# Maddy and Saffy two 7 year old ragdolls



## kelly-joy (Oct 14, 2008)

Seeking a Home Together
Maddy and Saffy come from a loving home, but due to a change in circumstances they need a new home. They must be rehomed together as they are companions. Both girls are friendly. Saffy likes to be around people, sometime enjoying sitting on a lap and others just sitting close by. She can be a little timid, but when food is involved is never shy! Maddy is the more confident and dominant cat. She loves to be on a lap and is an easy going Ragdolls. Both girls are happy to be groomed and their owner says their coats are in good condition. The girls spend most of their time indoors, but do have access to a safe, enclosed garden. Maddy and Saffy are not used to children, but have lived with dogs. They both use their litter trays, but Saffy will sometimes soil on floor next to the trays if they are not as clean as she needs, so trays will need to be kept very clean for her.
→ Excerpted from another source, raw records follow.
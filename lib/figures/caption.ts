/** Words under a figure and in place of it. */
import type { Solution } from '../solve'
import { extrapolates } from '../words/beyond'
import { fixed, significant } from '../words/number'
import { capital, joined } from '../words/sentence'
import { verdictOf } from '../words/verdict'
import type { Window } from './window'

type Told = Pick<Solution, 'scenario' | 'label' | 'origin' | 'end' | 'measures' | 'moments'>

export function longViewCaption(solutions: readonly Told[], ribbons: boolean): string {
  const parts = ['Scale factor a against time from now.', marksOf(solutions)]
  if (ribbons) parts.push('Ribbons: what dominates; the line above them: the expansion accelerates.')
  const followed = solutions.filter(({ scenario }) => extrapolates(scenario)).map(({ label }) => label)
  if (followed.length > 0)
    parts.push(
      `Hatched: ${joined(followed)} ${followed.length > 1 ? 'follow' : 'follows'} a law of dark energy beyond the data it describes.`,
    )
  return parts.filter((part) => part !== '').join(' ')
}

function marksOf(solutions: readonly Told[]): string {
  const begins = solutions.some(({ origin }) => origin.time !== null)
  const ends = solutions.some(({ end }) => end.time !== null)
  const signs = [begins ? 'ring: origin' : '', ends ? 'cross: ending' : '', 'arrow: goes on'].filter(
    (sign) => sign !== '',
  )
  return `${capital(signs.join('; '))}.`
}

export function longViewText(solutions: readonly Told[], { from, to, top }: Window): string {
  const frame = `Line chart of the scale factor from 0 to ${significant(top, 2)} (1 today) against time from ${fixed(from, 0)} to +${fixed(to, 0)} Gyr.`
  const curves = solutions.map((one) => `${one.label}: ${lowered(verdictOf(one, null).sentences[0] ?? '')}`)
  return [frame, ...curves].join(' ')
}

function lowered(text: string): string {
  return `${text.charAt(0).toLowerCase()}${text.slice(1)}`
}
The girls need a quiet, child free home, where they receive the love and attention they have been used to and where they can have supervised access to s secure garden, well away from busy roads. We will not rehome them where they are to be left for long hours. For more information, please click on the link here Ragdolls Seeking New Families
if you are interested in these two please fill in the on line form here UKRCC Adoption Form


----------



## kelly-joy (Oct 14, 2008)

these two are still looking for a forever home


----------



## kelly-joy (Oct 14, 2008)

They are still looking


----------